EDIT: one more thought, You may not need to resaw it to separate the joints. Since the joints obviously failed, a heat gun or even a blow dryer may be all that is needed to finish breaking it apart. I've used heat to break PVA blue joints and heat will soften the glue pretty effectively, especially when you already have a gap. Heating a putty knife to slide into the joint will help as well.


----------



## RichT (Oct 14, 2016)

I've found that gluing boards face-to-face is chancy. If you are going to try it, make sure the growth rings are in the same direction, not opposite one another like photo #2.


----------



## OnhillWW (Jan 10, 2015)

I wouldn't try to pour into the void, that would make the joint epoxy to TB III. Resaw, replane or sand ( 60, 80, 100, 120) then go with poly or epoxy .

I feel your pain.


----------



## nbanks (Feb 5, 2021)

Should I resaw the joints that look good? Or just the visibly bad (separated) joints?


----------



## putman (Jan 1, 2019)

I have not used "toasted oak", but I always apply TB to both surfaces to be glued.


----------



## CaptainKlutz (Apr 23, 2014)

Can get roasted oak and maple from Woodworkers Source (WWS) mentioned above. Had a long conversation about laminating it to make thicker sections, as I wanted 8/4 stock for tool handles and moldings. They suggested against face lamination. Roasted wood doesn't absorb water well, and it absorbs it really slow. Hard to get moisture out of the center of large joint.

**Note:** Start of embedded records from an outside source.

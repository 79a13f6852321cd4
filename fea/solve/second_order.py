"""Second-order elastic analysis of an imperfect column (small-deflection theory).

For a load factor ``lam`` the additional lateral deflection ``u`` (the total
deflection is ``w = w0 + u``, ``w0`` the stress-free initial bow) solves::

    (K - lam G) u = lam G_b w0 + G_p w0 + lam f_var + f_perm

with ``K`` the elastic, spring and foundation stiffness less the permanent-load
geometric stiffness, ``G`` the consistent geometric stiffness of the variable
axial loads at ``lam = 1`` (variable leaning loads included), ``G_b w0`` and
``G_p w0`` the same geometric terms acting on the bow (element by element, so a
bow with kinks at joints is exact), and ``f`` the consistent nodal loads of the
lateral forces, lateral loads per height and applied moments (eccentric axial
loads give ``P e`` at their station).  This is the beam-column theory of
Timoshenko & Gere, *Theory of Elastic Stability*, 2nd ed., 1961, ch. 1, on the
Hermite (or shear-deformable) cubic elements of :mod:`fea.elements`.

Bending moments ``M`` (Timoshenko's sign: ``EI (w - w0)'' = -M``, so a column
bowed towards ``+w`` under compression has ``M > 0``) are recovered at both ends
of every element from element equilibrium,
``f_e = (k_e + k_f) u_e - k_g (u_e + w0_e) - f_q,e`` (consistent end forces), which
converges at the fourth order of the element size like the nodal deflections.
The extreme-fibre stress is ``|N|/A + |M|/W`` [Pa].

The first-yield load factor is the smallest ``lam`` at which that stress reaches
``fy`` anywhere: a scan of the load factor up to the elastic critical one finds
the first change of sign of ``max stress - fy`` and Brent's method locates it to
round-off on the discrete model.  The discretisation error is estimated by
doubling the mesh (nested meshes) until the Richardson estimate of the relative
change of the first-yield load factor (or, without a yield check, of the largest
moment and deflection) is below ``tol``.
"""

from __future__ import annotations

If gluing straight out of thickness planer, and the surfaces are burnished smooth, it is harder for water to reach glue fibers too. They suggested using epoxy laminating resin with a rough surface (80grit rough), to get away from the need to remove moisture in making large mechanical bonds. And the result will end up with very visible glue lines.

Have only used roasted red oak once for small box AKA 'test' project. Made edge glue joints only with TB II extend; my normal warm weather adhesive. The brittleness of the wood made using router difficult, as had to strictly cut with grain. Any cuts against grain resulted in massive explosion of splinters, with narrow pieces breaking apart entirely. Didn't like that it made shop smell like a BBQ on fire after cutting, or milling it. Still waiting on WWS to obtain some roasted 8/4 maple stock, before I play with roasted wood any further.

Not sure of your roasted wood source, but it has become popular for outdoor siding. Most of the outdoor sellers of roasted wood use an oil coating to help improve longevity. So check your source.

FWIW - In AZ, can not laminate boards with only one side coated with PVA glue. The glue skins so fast due low humidity that one side always has poor adhesion on long lamination. Can usually tell when this happens by width of glue joint. A double wet joint will be narrower than single wet joint. Most of my lumber stash is sub 4% moisture, and occasionally even have to wet the wood before applying glue to slow down evaporation and get near normal working time.

Your process description would have ended in failure for me in AZ. 
Must coat both sides of joint. Use 4×4 or 6×6 wood beam to spread out the clamping force on each side of face lamination, so you can get away with less clamps and narrow glue line. On woods that are slow to absorb water, will let clamps rest for at least 24 hours before removing parts with PVA; and that is with average shop temp of 80-90° and sub 30% humidity. 
Considering you work in a cool, damp basement; might need a week in clamps and still not be able to dry out enough glue moisture? At least that is my SWAG.

YMMV


----------



## therealSteveN (Oct 29, 2016)

Easiest way to figure it out that just takes the time to glue 2 2×4's together using that same glue. I wouldn't even plane them, just glue them. If they stay together as you had them clamped the "toasted" part of the oak is the issue.

I imagine toasting = heat of some sort. Probably altered the grain structure, pores, something that didn't allow the glue to penetrate the pores.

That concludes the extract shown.